I am coming to Florida soon for my first surf fishing experience, and have been reading up on this forum, but have never posted until now. If I am going to be throwing a simple off the ground cast, but I want to use a double dropper rig, do I simply tie the shock leader to my main line, then tie the shock leader to a swivel and tie the double dropper rig after the shock leader? Wasn't sure if having the rig tied after the shock leader would eliminate the usefulness of the shock leader all together. Thanks


----------



## Blazerz65 (Mar 22, 2013)

That will work fine, I got 30 pound braid, then 150 lb mono.


----------



## holicori (Dec 26, 2012)

The hell do you have 150lb mono for?


----------



## Charlie2 (Oct 2, 2007)

*Casting Setup*



holicori said:


> The hell do you have 150lb mono for?


You gotta think BIG! :thumbsup: C2


----------



## NoMoSurf (Oct 2, 2007)

For the surf, you don't need a shock leader unless you are targeting sharks.

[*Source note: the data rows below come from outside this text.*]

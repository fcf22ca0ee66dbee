//! Checks of the moment in which a figure is issued, with the day, the people and the hash at hand: E-02, E-12, E-13. They run
//! in the preflight of a statement; a pathway under work has neither a day of issue nor an approver, so nothing is said there.

use super::finding;
use crate::core::documents::Assessment;
use crate::core::documents::assessment::{Finding, Severity};
use crate::core::documents::pathway::Pathway;
use crate::core::documents::records::{Audit, AuditScope};
use crate::core::domain::StageKind;
use jiff::civil::Date;

/// E-02: actual values only after a passed audit of that skill. `actual` tells whether an input of the stage counts as an
/// actual value (bought fuel brings its supplier's audit, defaults need none). Growers and carriers are covered by the
/// audit of the works that works their figures out; so one is asked for each works of the chain, or one for the pathway.
pub fn audited(pathway: &Pathway, issued_on: Date) -> Vec<Finding> {
    let holds = |audit: &&Audit| {
        audit.scope == AuditScope::ActualValues
            && audit.passed_on < issued_on
            && audit.valid_to.is_none_or(|last| issued_on <= last)
    };
    let passed: Vec<&Audit> = pathway.audits.iter().filter(holds).collect();
    if passed.iter().any(|audit| audit.stage.is_none()) {
        return Vec::new();
    }
    let has_works = pathway.stages.iter().any(|stage| is_works(stage.kind));
    let sites = pathway.stages.iter().filter(|stage| {
        let site = is_works(stage.kind) || (!has_works && stage.kind != StageKind::Bought);
        site && !stage.inputs.is_empty()
    });
    let without: Vec<&str> = sites
        .clone()
        .filter(|stage| {
            !passed
                .iter()
                .any(|audit| audit.stage.as_deref() == Some(stage.key.as_str()))
        })
        .map(|stage| stage.key.as_str())
        .collect();
    // Sections of one works stand under one audit: it is enough where any of them names it.
    if has_works && sites.count() > without.len() {
        return Vec::new();
    }
    let Some(first) = without.first() else {
        return Vec::new();
    };
    let title = pathway
        .stages
        .iter()
        .find(|stage| stage.key == **first)
        .map_or(*first, |stage| stage.title());
    let message = format!("{title} has no passed audit for actual values before {issued_on}.");
    let remedy = "Use default values or enter the audit.";
    vec![finding("E-02", Severity::Block, first, "audits", message, remedy)]
}

fn is_works(kind: StageKind) -> bool {
    super::works::with_boiler_house(kind)
}

/// E-12: the document is the one that was assessed.
pub fn unchanged(pathway_hash: &str, assessment: &Assessment) -> Option<Finding> {
    (pathway_hash != assessment.pathway_hash).then(|| {
        let message = format!("{} was changed after the assessment.", assessment.pathway_name);
        finding(
            "E-12",
            Severity::Block,
            "",
            "pathway_hash",
            message,
            "Work it out again.",
        )
    })
}

/// E-13: who submitted a statement is not who approves it. Compared by identity, never by name.
pub fn two_people<I: PartialEq>(
    statement: &str,
    submitted_by: &I,
    submitter: &str,
    approved_by: &I,
) -> Option<Finding> {
    (submitted_by == approved_by).then(|| {
        let message = format!("{submitter} submitted statement {statement} and cannot approve it.");
        finding(
            "E-13",
            Severity::Block,
            "",
            "approved_by",
            message,
            "Ask another person to approve it.",
        )
    })
}

#[cfg(test)]
mod tests {
    use super::*;
    use jiff::civil::date;
    use serde_json::json;

    fn pathway(audits: &serde_json::Value) -> Pathway {
        let document = json!({
            "format": "wheelwort.pathway/1", "name": "Invented", "feedstock": "wheat",
            "period": { "from": "2026-10-01", "to": "2027-09-30" }, "rule_set": "eu-2018-2001", "audits": audits,
            "stages": [
                { "key": "field", "kind": "cultivation", "output": { "material": "wheat", "amount": 8, "unit": "t" } },
                { "key": "works", "kind": "processing", "name": "Works", "output": { "material": "ethanol", "amount": 1, "unit": "t" },
                  "intakes": [ { "from": "field", "amount": 3, "unit": "t" } ],
                  "inputs": [ { "key": "gas", "amount": 1, "unit": "GJ", "factor": "eu-2022-996/fuel_natural_gas" } ] } ] });
        Pathway::from_value(&document).unwrap()
    }

    #[test]
    fn actual_values_come_after_an_audit() {
        let issued = date(2027, 10, 15);
        let check = |audits: serde_json::Value| audited(&pathway(&audits), issued);
        assert_eq!(
            check(json!([])).first().map(|found| found.id.as_str()),
            Some("E-02")
        );
        let audit =
            |scope: &str, passed: &str| json!({ "stage": "works", "scope": scope, "passed_on": passed });
        assert!(check(json!([audit("actual_values", "2026-11-03")])).is_empty());
        assert!(check(json!([{ "scope": "actual_values", "passed_on": "2026-11-03" }])).is_empty());
        assert_eq!(check(json!([audit("mass_balance", "2026-11-03")])).len(), 1);
        assert_eq!(check(json!([audit("actual_values", "2027-10-15")])).len(), 1);
        let mut ended = audit("actual_values", "2026-11-03");
        ended["valid_to"] = json!("2027-10-14");
        assert_eq!(check(json!([ended])).len(), 1);
    }

    #[test]
    fn two_people_issue_a_statement() {
        assert_eq!(two_people("S-1", &1, "A. Preparer", &2), None);
        let found = two_people("S-1", &1, "A. Preparer", &1).unwrap();
        assert_eq!((found.id.as_str(), found.severity), ("E-13", Severity::Block));
    }
}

Just some 12-12lb mainline and a swivel to your dropper rig.


----------



## slipfloater (May 29, 2013)

It was our first time to surf fish last week and we used 25lb for the main line and swivel and dropper also 25lb. 3oz pyramid or 2oz on bottom. Seemed to work.


----------



## johnf (Jan 20, 2012)

I use 10# and 30# braid on my surf poles except for the shark pole. The only thing you could call a shock leader is the weedeater line on the shark leader. The other poles get tied to a swivel and attached to whatever I'm throwing. I did get a break off on a little shark throwing a kastaway for ladyfish and trout.


----------